- Birth name: Eugene Martynec
- Born: 1947 (age 77–78)
- Origin: Canada
- Occupation(s): Musician, composer, record producer

= Gene Martynec =

Canadian musician and record producer (born 1947)

Eugene "Gene" Martynec (born March 28 1947) is a Canadian musician, composer, and record producer. Martynec has worked across multiple musical disciplines as a guitarist, synthesist, pianist, and bassist.

==Career==
Martynec first became known as a guitarist in the Toronto group Bobby Kris & The Imperials in August 1965. He left the group in May 1967 to form Kensington Market with singer/songwriter Keith McKie, bass player Alex Darou, and drummer Jimmy Watson. He played acoustic guitar, bass, and synthesizer on Lou Reed's 1973 album Berlin, along with providing the vocal arrangement on "The Bed."

As a record producer, he received the Juno Award for Producer of the Year in 1981 for his work on Bruce Cockburn's "Tokyo" and Rough Trade's "High School Confidential." His work with Edward Bear for "Last Song" was also recognized with a Juno in 1973. Martynec also produced the Top 40 single "Listen To The Radio," recorded by The Pukka Orchestra in 1984.

Martynec has performed, composed, and recorded with pop groups and pit orchestras, and created music for visual media and live theater. He studied electronic music, composition, and orchestration with Samuel Dolin at The Royal Conservatory of Music, where he received two scholarships to study electronic music and composition (1970–1975).

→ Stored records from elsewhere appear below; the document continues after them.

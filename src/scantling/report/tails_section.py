"""Tails and moments of errors, columns and scores, in sentences; nothing is computed here."""

from __future__ import annotations

from collections.abc import Sequence

import numpy as np

from scantling.diagnostics.battery import SeriesGroup
from scantling.diagnostics.moments import ORDERS
from scantling.diagnostics.second_opinion import Opinion
from scantling.diagnostics.tail_index import TailIndex, index_from_gamma
from scantling.report.record import Diagnosed, Report
from scantling.report.sections import heading, listing
from scantling.report.wording import (
    index,
    index_interval,
    many,
    p_value,
    paragraph,
    share,
    shortened,
    table,
)

WORST = 5
FEWEST_SPREAD = 5
"""Series from which on the spread of their indices is told."""
TOGETHER = "5 % risk of error over all of them"


def tail_words(tail: TailIndex) -> str:
    """A tail index in words, without a full stop."""
    found = "thin tails are excluded" if tail.finite else "thin tails are not excluded"
    ends = index_interval(tail.low, tail.high)
    return f"index {index(tail.index)} (90 % {ends}); {found} ({p_value(tail.p_value)})"


def opinion_lines(opinions: Sequence[Opinion], width: int) -> list[str]:
    """One sentence for each further estimator."""
    lines = []
    for opinion in opinions:
        says = (
            "whose interval overlaps"
            if opinion.agrees
            else "whose interval does not overlap: rely on what both exclude, no more"
        )
        lines += paragraph(
            f"Second opinion, {opinion.estimator}: index {index(opinion.index)} (90 %"
            f" {index_interval(opinion.low, opinion.high)}), {says}.",
            width,
        )
    return lines


def side_lines(sides: Sequence[TailIndex], heavier: str, width: int) -> list[str]:
    """Left and right tail, and what their difference means; nothing without them."""
    if not sides:
        return []
    words = " and ".join(
        f"{side.side} {index(side.index)} ({index_interval(side.low, side.high)})" for side in sides
    )
    means = (
        f"the {heavier} is clearly heavier, so its moments count"
        if heavier
        else "not clearly different, so both are taken together"
    )
    return paragraph(f"By side: {words}; {means}.", width)


def tails(report: Diagnosed, width: int) -> list[str]:
    """Tail index of errors, columns and scores."""
    found = report.diagnosis
    lines = heading("Tails")
    lines += paragraph(
        "The smaller the tail index, the heavier the tail; moments exist up to it.", width
    )
    if found.errors is None:
        lines += paragraph(f"Errors: not assessed, {found.errors_note}.", width)
    else:
        lines += paragraph(f"Errors: {tail_words(found.errors)}.", width)
        if found.errors.note:
            lines += paragraph(f"Before that: {found.errors.note}.", width)
    lines += side_lines(found.sides, found.heavier, width)
    lines += opinion_lines(found.opinions, width)
    lines += _group_words("Columns", found.columns, report.read.names, width)
    weights = {w: found.weight.count(w) for w in ("heavy", "sparse", "light")}
    lines += paragraph(
        f"Shown to have heavy tails: {weights['heavy']:,} of {many(len(found.weight), 'column')}"
        f" ({TOGETHER}); sparse, so that single errors decide (under 5 % of rows active):"
        f" {weights['sparse']:,}; neither: {weights['light']:,}.",
        width,
    )
    lines += _side_counts("column", found.columns, width)
    lines += _group_words("Scores (column times error)", found.scores, report.read.names, width)
    lines += _side_counts("score", found.scores, width)
    refused = found.columns.tails.refused
    if refused:
        names = tuple(f"{report.read.names[j]} ({why})" for j, why in refused)
        lines += paragraph(
            f"No index for {many(len(refused), 'column')}: {listing(names, 3)}; their scores have"
            " the errors' tail.",
            width,
        )
    return lines


def _group_words(label: str, group: SeriesGroup, names: tuple[str, ...], width: int) -> list[str]:
    middle = group.tails.median_column()
    if middle is None:
        return paragraph(f"{label}: none has a tail index.", width)
    known = group.tails.gamma[group.tails.assessed]
    spread = ""
    if known.size >= FEWEST_SPREAD:
        ends = [index(index_from_gamma(float(np.quantile(known, q)))) for q in (0.9, 0.1)]
        spread = f"; four in five lie between {ends[0]} and {ends[1]}"
    words = index_interval(*group.tails.interval(middle))
    return paragraph(
        f"{label}: the median one, {shortened(names[middle], 30)}, has index"
        f" {index(index_from_gamma(float(group.tails.gamma[middle])))} (90 % {words}){spread}.",
        width,
    )


def _side_counts(noun: str, group: SeriesGroup, width: int) -> list[str]:
    """How many series are heavier on one side."""
    if group.sides is None:
        return []
    plain = np.ones(group.sides.heavier.size, dtype=bool)
    if group.borrowed is not None:
        plain = ~group.borrowed
    left, right = (int(np.sum(plain & (group.sides.heavier == sign))) for sign in (-1, 1))
    if not left + right:
        return paragraph(f"No {noun} is clearly heavier on one side ({TOGETHER}).", width)
    return paragraph(
        f"Of the {noun}s {left:,} clearly heavier on the left, {right:,} on the right"
        f" ({TOGETHER}).",
        width,
    )


def worst_columns(report: Report, width: int) -> list[str]:
    """The columns that break through most, and how heavy their scores are."""
    group, budget = report.diagnosis.scores, report.budget
    if not budget.worst_columns:
        return []
    rows = [["Break through most", "score index", "variance", "share of all"]]
    for j, part in list(zip(budget.worst_columns, budget.worst_shares, strict=True))[:WORST]:
        gamma = float(group.tails.gamma[j])
        rows.append(
            [
                shortened(report.read.names[j], 36),
                index(index_from_gamma(gamma)) if group.tails.assessed[j] else "unknown",
                group.answer(2, j),
                share(part),
            ]
        )
    return table(rows)


def moments(report: Diagnosed, width: int) -> list[str]:
    """Which moments exist."""
    found = report.diagnosis
    lines = heading("Moments")
    rows = [["Order", *(str(order) for order in ORDERS)]]
    rows.append(["errors", *(found.moment(order) for order in ORDERS)])
    for label, group in (("median column", found.columns), ("median score", found.scores)):
        middle = group.tails.median_column()
        if middle is not None:
            rows.append([label, *(group.answer(order, middle) for order in ORDERS)])
    lines += table(rows)
    second = next(m for m in found.error_moments if m.order == 2)
    lines += paragraph(
        f"Errors, order 2 (the variance, without which there is no budget): {second.answer},"
        f" because {second.reason}.",
        width,
    )
    lines += _scores_without(report, width)
    return lines


def _scores_without(report: Diagnosed, width: int) -> list[str]:
    """Scores whose variance is missing, and those where that is in doubt."""
    found, lines = report.diagnosis, []
    without = found.scores_without_variance
    if without:
        names = tuple(report.read.names[j] for j in without)
        lines += paragraph(
            f"The scores of {many(len(without), 'column')} have no variance, so equal loadings rest"
            f" on something that is not there: {listing(names)}.",
            width,
        )
    doubted = 0 if found.scores.doubted is None else int(found.scores.doubted.sum())
    if doubted:
        lines += paragraph(
            f"For {many(doubted, 'more score' if without else 'score')} the largest products alone"
            " look as if there were no variance, but the indices of column and error leave room for"
            " one, so the answer is unclear: in samples of this size products look heavier than"
            " they are.",
            width,
        )
    return lines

Martynec has been awarded Canada Council for the Arts and Toronto Arts Council grants for music composition, and taught signal processing, principles of digital audio, MIDI, studio production, synthesis, and studio orchestration at the Harris and Trebas institutes in Toronto.

In late 1997, he released Silica, his first composed and interactive electro-acoustic music solo. The Barcelona Duets was released in 2002. In 2004, he co-composed a series of duets for various instruments and interactive computer music called Toronto Duets, funded by the Canada Council for the Arts. From 2000 to 2004, he curated Eugene's Sunday Series, an exploration of new music and other art forms at the Artword Theatre.

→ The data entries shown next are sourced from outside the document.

"""Maximum likelihood with the true family on the true errors: the rival that knows the family.

Written apart from the tool's own fits. The centre is known, 0, as it is to nobody in practice.
"""

from __future__ import annotations

import math
import warnings
from collections.abc import Callable
from functools import cache

import numpy as np
from scipy.optimize import minimize, minimize_scalar
from scipy.special import gammaln

from scantling.core.record import FloatArray

Draw = Callable[[np.random.Generator, int], FloatArray]
"""(generator, count) -> errors, shape (n, count)."""
LEAST_INVERSE, MOST_INVERSE = 1 / 500, 0.95
"""Range of 1/df."""
STABLE_EXPONENTS = np.arange(1.10, 2.0001, 0.02)


def maximum_likelihood(family: str, errors: FloatArray) -> tuple[Draw, float]:
    """Draws from the fitted law, and its shape (0 where there is none).

    Parameters
    ----------
    family : {'normal', 'Laplace', 't', 'skewed t', 'GED', 'GARCH normal', 'GARCH t', 'stable'}
    errors : array, shape (n,)
        In time order; GARCH draws keep the fitted volatility path. Scores are compared with
        loadings of the same draw, so scales do not matter and are left at 1.
    """
    return FITS[family](errors)


def _normal(e: FloatArray) -> tuple[Draw, float]:
    return lambda rng, count: rng.standard_normal((e.size, count)), 0.0


def _laplace(e: FloatArray) -> tuple[Draw, float]:
    return lambda rng, count: rng.laplace(size=(e.size, count)), 0.0


def log_student(z: FloatArray, df: float) -> FloatArray:
    """Log-density of Student t."""
    constant = gammaln((df + 1) / 2) - gammaln(df / 2) - 0.5 * math.log(math.pi * df)
    return np.asarray(constant - (df + 1) / 2 * np.log1p(z**2 / df))


def _search(negative: Callable[[FloatArray], float], starts: list[list[float]]) -> FloatArray:
    """Best of the local searches from each start."""
    found = [
        minimize(negative, start, method="Nelder-Mead", options={"xatol": 1e-4, "fatol": 1e-6})
        for start in starts
    ]
    return np.asarray(min(found, key=lambda result: result.fun).x)


def _inverse(value: float) -> float:
    return min(max(abs(float(value)), LEAST_INVERSE), MOST_INVERSE)


def _student(e: FloatArray) -> tuple[Draw, float]:
    spread = float(np.median(np.abs(e)))

    def negative(x: FloatArray) -> float:
        return float(-log_student(e / (spread * math.exp(x[1])), 1 / _inverse(x[0])).sum()
                     + e.size * x[1])  # fmt: skip

    inverse = _inverse(_search(negative, [[0.3, 0.3], [0.1, 0.3]])[0])
    return lambda rng, count: rng.standard_t(1 / inverse, (e.size, count)), inverse


def mean_size(df: float) -> float:
    """E|t| for Student t, df above 1."""
    return math.sqrt(df / math.pi) * math.exp(math.lgamma((df - 1) / 2) - math.lgamma(df / 2))


def log_skewed_student(z: FloatArray, df: float, skew: float) -> FloatArray:
    """Two-piece Student t of Fernandez et al. (1998), JASA 93, shifted to mean 0."""
    moved = z + mean_size(df) * (skew - 1 / skew)
    unit = np.where(moved > 0, moved / skew, moved * skew)
    return np.asarray(math.log(2 / (skew + 1 / skew)) + log_student(unit, df))


def _skewed(e: FloatArray) -> tuple[Draw, float]:
    spread = float(np.median(np.abs(e)))

    def negative(x: FloatArray) -> float:
        z = e / (spread * math.exp(x[1]))
        skew = math.exp(min(max(x[2], -1.5), 1.5))
        return float(-log_skewed_student(z, 1 / _inverse(x[0]), skew).sum() + e.size * x[1])

    best = _search(negative, [[0.25, 0.0, s] for s in (-0.3, 0.3)])
    inverse, skew = _inverse(best[0]), math.exp(min(max(best[2], -1.5), 1.5))

    def draw(rng: np.random.Generator, count: int) -> FloatArray:
        size = np.abs(rng.standard_t(1 / inverse, (e.size, count)))
        right = rng.random((e.size, count)) < skew**2 / (1 + skew**2)
        shift = mean_size(1 / inverse) * (skew - 1 / skew)
        return np.where(right, skew * size, -size / skew) - shift

    return draw, inverse


def _ged(e: FloatArray) -> tuple[Draw, float]:
    unit = np.abs(e) / np.abs(e).mean()

    def negative(b: float) -> float:
        # At the most likely scale, (b mean |x|^b)^(1/b), the exponent's sum is n/b.
        log_scale = math.log(b * float((unit**b).mean())) / b
        return log_scale - math.log(b / 2) + math.lgamma(1 / b) + 1 / b

    exponent = float(minimize_scalar(negative, bounds=(0.4, 8.0), method="bounded").x)

    def draw(rng: np.random.Generator, count: int) -> FloatArray:
        size = rng.gamma(1 / exponent, size=(e.size, count)) ** (1 / exponent)
        return rng.choice([-1.0, 1.0], (e.size, count)) * size

    return draw, exponent


@cache
def stable_table(exponent: float) -> tuple[FloatArray, FloatArray]:
    """Log-density of the symmetric stable law of scale 1: ln(1 + x) and values there.

    To x = 12 by the inversion integral, beyond it by the tail series of Bergstrom (1952),
    Arkiv foer Matematik 2, five terms (at exponent 2 the normal law of variance 2).
    """
    near = np.linspace(0, 12, 241)
    if exponent > 2 - 1e-9:
        x = np.concatenate([near, np.geomspace(12.5, 1e4, 60)])
        return np.log1p(x), -(x**2) / 4 - math.log(2 * math.sqrt(math.pi))
    t = np.linspace(0, 45 ** (1 / exponent), 6001)
    weight = np.exp(-(t**exponent))
    weight[0] /= 2
    inner = np.cos(near[:, None] * t) @ weight * (t[1] / math.pi)
    far = np.geomspace(12.5, 1e6, 200)
    outer = np.zeros(far.size)
    for k in range(1, 6):
        factor = math.gamma(exponent * k + 1) / math.factorial(k)
        factor *= math.sin(k * math.pi * exponent / 2) * (-1) ** (k + 1) / math.pi
        outer += factor * far ** (-exponent * k - 1)
    return np.log1p(np.concatenate([near, far])), np.log(np.concatenate([inner, outer]))


def _stable(e: FloatArray) -> tuple[Draw, float]:
    from known_laws import stable

    size = np.abs(e) / np.median(np.abs(e))

    def profile(exponent: float) -> float:
        place, values = stable_table(exponent)
        return float(minimize_scalar(
            lambda s: s * e.size - np.interp(np.log1p(size / math.exp(s)), place, values).sum(),
            bounds=(-1.5, 1.5), method="bounded", options={"xatol": 1e-4},
        ).fun)  # fmt: skip

    exponents = [round(float(a), 2) for a in STABLE_EXPONENTS]
    best = min(exponents, key=profile)
    return lambda rng, count: stable(best).draw(rng, e.size, count), best


def _garch(law: str) -> Callable[[FloatArray], tuple[Draw, float]]:
    def fit(e: FloatArray) -> tuple[Draw, float]:
        from arch import arch_model

        model = arch_model(e / e.std(), mean="Zero", vol="GARCH", p=1, q=1, dist=law, rescale=False)
        with warnings.catch_warnings():
            warnings.simplefilter("ignore")  # the last point reached is taken as it is
            result = model.fit(disp="off", show_warning=False)
        path = np.asarray(result.conditional_volatility)[:, None]
        if law == "normal":
            return lambda rng, count: path * rng.standard_normal((e.size, count)), 0.0
        df = float(result.params["nu"])
        return lambda rng, count: path * rng.standard_t(df, (e.size, count)), 1 / df

    return fit


FITS: dict[str, Callable[[FloatArray], tuple[Draw, float]]] = {
    "normal": _normal,
    "Laplace": _laplace,
    "t": _student,
    "skewed t": _skewed,
    "GED": _ged,
    "stable": _stable,
    "GARCH normal": _garch("normal"),
    "GARCH t": _garch("t"),
}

In 2004, Martynec moved to Beijing for two years, where he performed in Yunnan Province with Yan Jun, a sound artist, music critic, poet, and organizer, and at several music and art festivals, including the Dashanzi International Arts Festival and the Bookworm Beijing performance venue.

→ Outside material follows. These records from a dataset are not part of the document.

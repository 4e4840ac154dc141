"""Text of the diagnostics stage alone: of a design, or of one bare series."""

from __future__ import annotations

from collections.abc import Sequence

from scantling.diagnostics.moments import ORDERS
from scantling.diagnostics.series import SeriesDiagnosis
from scantling.report import sections
from scantling.report.chart import extremes_table, path_chart
from scantling.report.record import DesignDiagnosis, SeriesReport
from scantling.report.sections import findings_table, heading, receipt_lines, tail_words
from scantling.report.wording import (
    ALWAYS,
    index,
    index_interval,
    labelled,
    p_value,
    paragraph,
    shortened,
    table,
)

NARROWEST = 80


def render_series(report: SeriesReport, width: int = 80) -> str:
    """The diagnostics of one series as plain text."""
    width = max(width, NARROWEST)
    found = report.diagnosis
    lines = [f"scantling diagnose: {shortened(report.source.name, width - 20)}"]
    lines += _summary(found, width)
    lines += _tails(report, width)
    lines += _moments(found, width)
    lines += _dependence(report, width)
    lines += _law(report, width)
    lines += _cautions(found.warnings, width)
    lines += receipt_lines(report.receipt, width)
    return "\n".join(line.rstrip() for line in lines) + "\n"


def render_design_diagnosis(report: DesignDiagnosis, width: int = 80) -> str:
    """The diagnostics of a design as plain text."""
    width = max(width, NARROWEST)
    lines = [f"scantling diagnose: {shortened(report.design.title, width - 20)}"]
    for section in (
        sections.design,
        sections.tails,
        sections.moments,
        sections.variance,
        sections.structure,
        sections.signal,
        sections.law,
    ):
        lines += section(report, width)
    lines += _cautions(report.diagnosis.warnings, width)
    lines += receipt_lines(report.receipt, width)
    return "\n".join(line.rstrip() for line in lines) + "\n"


def _summary(found: SeriesDiagnosis, width: int) -> list[str]:
    """The answers in four lines."""
    tail = f"not assessed: {found.note}" if found.tail is None else tail_words(found.tail)
    answers = ", ".join(f"{int(m.order)} {m.answer}" for m in found.moments)
    lines = labelled("Values", f"{found.rows:,}", width)
    lines += labelled("Tail", tail, width)
    lines += labelled("Moments", answers, width)
    if found.clustering is None:
        return lines + labelled("Volatility", "not looked at: values have no order", width)
    test = found.clustering.test
    words = "clusters" if test.p_value <= 0.05 else "no clustering found"
    return lines + labelled("Volatility", f"{words} ({p_value(test.p_value)})", width)


def _tails(report: SeriesReport, width: int) -> list[str]:
    found = report.diagnosis
    lines = heading("Tails")
    if found.tail is None:
        return lines + paragraph(f"Not assessed: {found.note}.", width)
    lines += paragraph(f"Both tails: {tail_words(found.tail)}.", width)
    if found.note:
        lines += paragraph(f"Before that: {found.note}.", width)
    for side in found.sides:
        lines += paragraph(f"{side.side.capitalize()} tail: {tail_words(side)}.", width)
    for opinion in found.opinions:
        verdict = "agrees" if opinion.agrees else "disagrees: trust neither beyond their overlap"
        lines += paragraph(
            f"{opinion.estimator}: index {index(opinion.index)} (90 %"
            f" {index_interval(opinion.low, opinion.high)}), {verdict}.",
            width,
        )
    if found.path is not None:
        path = found.path
        lines += paragraph(
            f"Hill's index by number of largest values; most stable ('=') from {path.stable_from:,}"
            f" to {path.stable_to:,}, at {index(path.stable_index)}:",
            width,
        )
        lines += path_chart(path, width)
    return lines


def _moments(found: SeriesDiagnosis, width: int) -> list[str]:
    lines = heading("Moments")
    lines += table(
        [["Order", *(str(q) for q in ORDERS)], ["answer", *(m.answer for m in found.moments)]]
    )
    for moment in found.moments:
        lines += paragraph(
            f"Order {moment.order:g}: {moment.answer}, because {moment.reason}.", width
        )
    return lines


def _dependence(report: SeriesReport, width: int) -> list[str]:
    found = report.diagnosis
    lines = heading("Dependence")
    if not report.time_ordered or found.clustering is None:
        return lines + paragraph("Values have no order, so dependence is not tested.", width)
    lines += findings_table(found.dependence)
    path = found.clustering.volatility
    if path is None:
        lines += paragraph(f"Volatility is taken as constant: {found.clustering.reason}.", width)
    else:
        lines += paragraph(
            f"Volatility clusters: GARCH(1,1) with alpha {path.alpha:.3f}, beta {path.beta:.3f}"
            f" (sum {path.persistence:.3f}).",
            width,
        )
    extremes = found.extremes
    if extremes is not None:
        lines += paragraph(
            f"Extremes come in clusters of {1 / extremes.index:.1f} on average: the"
            f" {extremes.exceedances:,} largest values count as {extremes.clusters:.0f} separate"
            f" events (extremal index {extremes.index:.2f}, 90 % {extremes.low:.2f} to"
            f" {extremes.high:.2f}).",
            width,
        )
    if found.effective_rows is not None and found.tail_effective_rows is not None:
        lines += paragraph(
            f"For means these {found.rows:,} values are worth {found.effective_rows:,.0f}"
            f" independent ones, for the tail index {found.tail_effective_rows:,.0f}.",
            width,
        )
    return lines


def _law(report: SeriesReport, width: int) -> list[str]:
    lines = sections.law(report, width)
    lines += paragraph("Largest values against the fitted law:", width)
    return lines + table(extremes_table(report.extremes))


def _cautions(warnings: Sequence[str], width: int) -> list[str]:
    lines = heading("Cautions")
    for caution in (*warnings, ALWAYS[0]):
        text = caution[0].upper() + caution[1:]
        lines += paragraph(text if text.endswith(".") else text + ".", width)
    return lines
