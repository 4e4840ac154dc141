"""The law in sentences: the runner-up, how sure, volatility."""

from __future__ import annotations

from dataclasses import replace

import numpy as np

from scantling.law.catalogue import FAMILIES
from scantling.law.families import Fit, student_law
from scantling.law.fit import fit_law
from scantling.law.notation import parse_law
from scantling.report.law_words import NAMES, law_sentences

FIT = Fit(distance=0.41, p_value=0.62, runner_up="skewed-t", margin=9.0, margin_error=3.0)


def test_every_family_has_a_name() -> None:
    assert tuple(sorted(NAMES)) == tuple(sorted(FAMILIES))


def test_how_sure_is_said() -> None:
    law = replace(student_law(4, scale=0.5), fit=FIT)
    said = law_sentences(law)
    assert said[0] == "The law is Student t with scale 0.5, df 4; tail index 4.0."
    assert said[1].startswith("It beats the next, skewed Student t, clearly: by 9.0 units")
    assert said[2].endswith("p = 0.620 by parametric bootstrap: the law is not rejected.")
    close = law_sentences(replace(law, fit=replace(FIT, margin=1.0)))[1]
    assert close.startswith("The sample hardly tells it from the next, skewed Student t")
    behind = law_sentences(replace(law, fit=replace(FIT, margin=-1.5)))[1]
    assert "does better by 1.5 units" in behind
    assert behind.endswith("too little to give up Student t.")


def test_a_stated_law_claims_no_fit() -> None:
    said = law_sentences(parse_law("normal:alpha=0.1,beta=0.8,leverage=0.05"))
    assert said == [
        "The law is normal with scale 1; every moment exists.",
        "It is of the innovations, on a stated GJR(1,1) volatility path: alpha 0.100, beta"
        " 0.800, leverage 0.050.",
    ]


def test_a_splice_names_what_was_rejected() -> None:
    found = fit_law(np.random.default_rng(3).exponential(size=600))
    said = " ".join(law_sentences(found))
    assert "is rejected (p = 0.005), so tails are spliced" in said
    assert "Next is" not in said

Based in London, England, from 2007 through 2010, he performed with the London Improvisers Orchestra and many small ensembles, including the string trio Barrel and Triptec. He played with Amsterdam's Royal Improvisers Orchestra and Wuppertal Improvisers Orchestra in 2009 and 2010.

In 2010, he organized the formation of the Toronto Improvisers Orchestra. Since then, he has been involved with the Toronto improvising community, playing at Somewhere There and with Bruce Cassidy in So Nu and other Toronto music improvisers.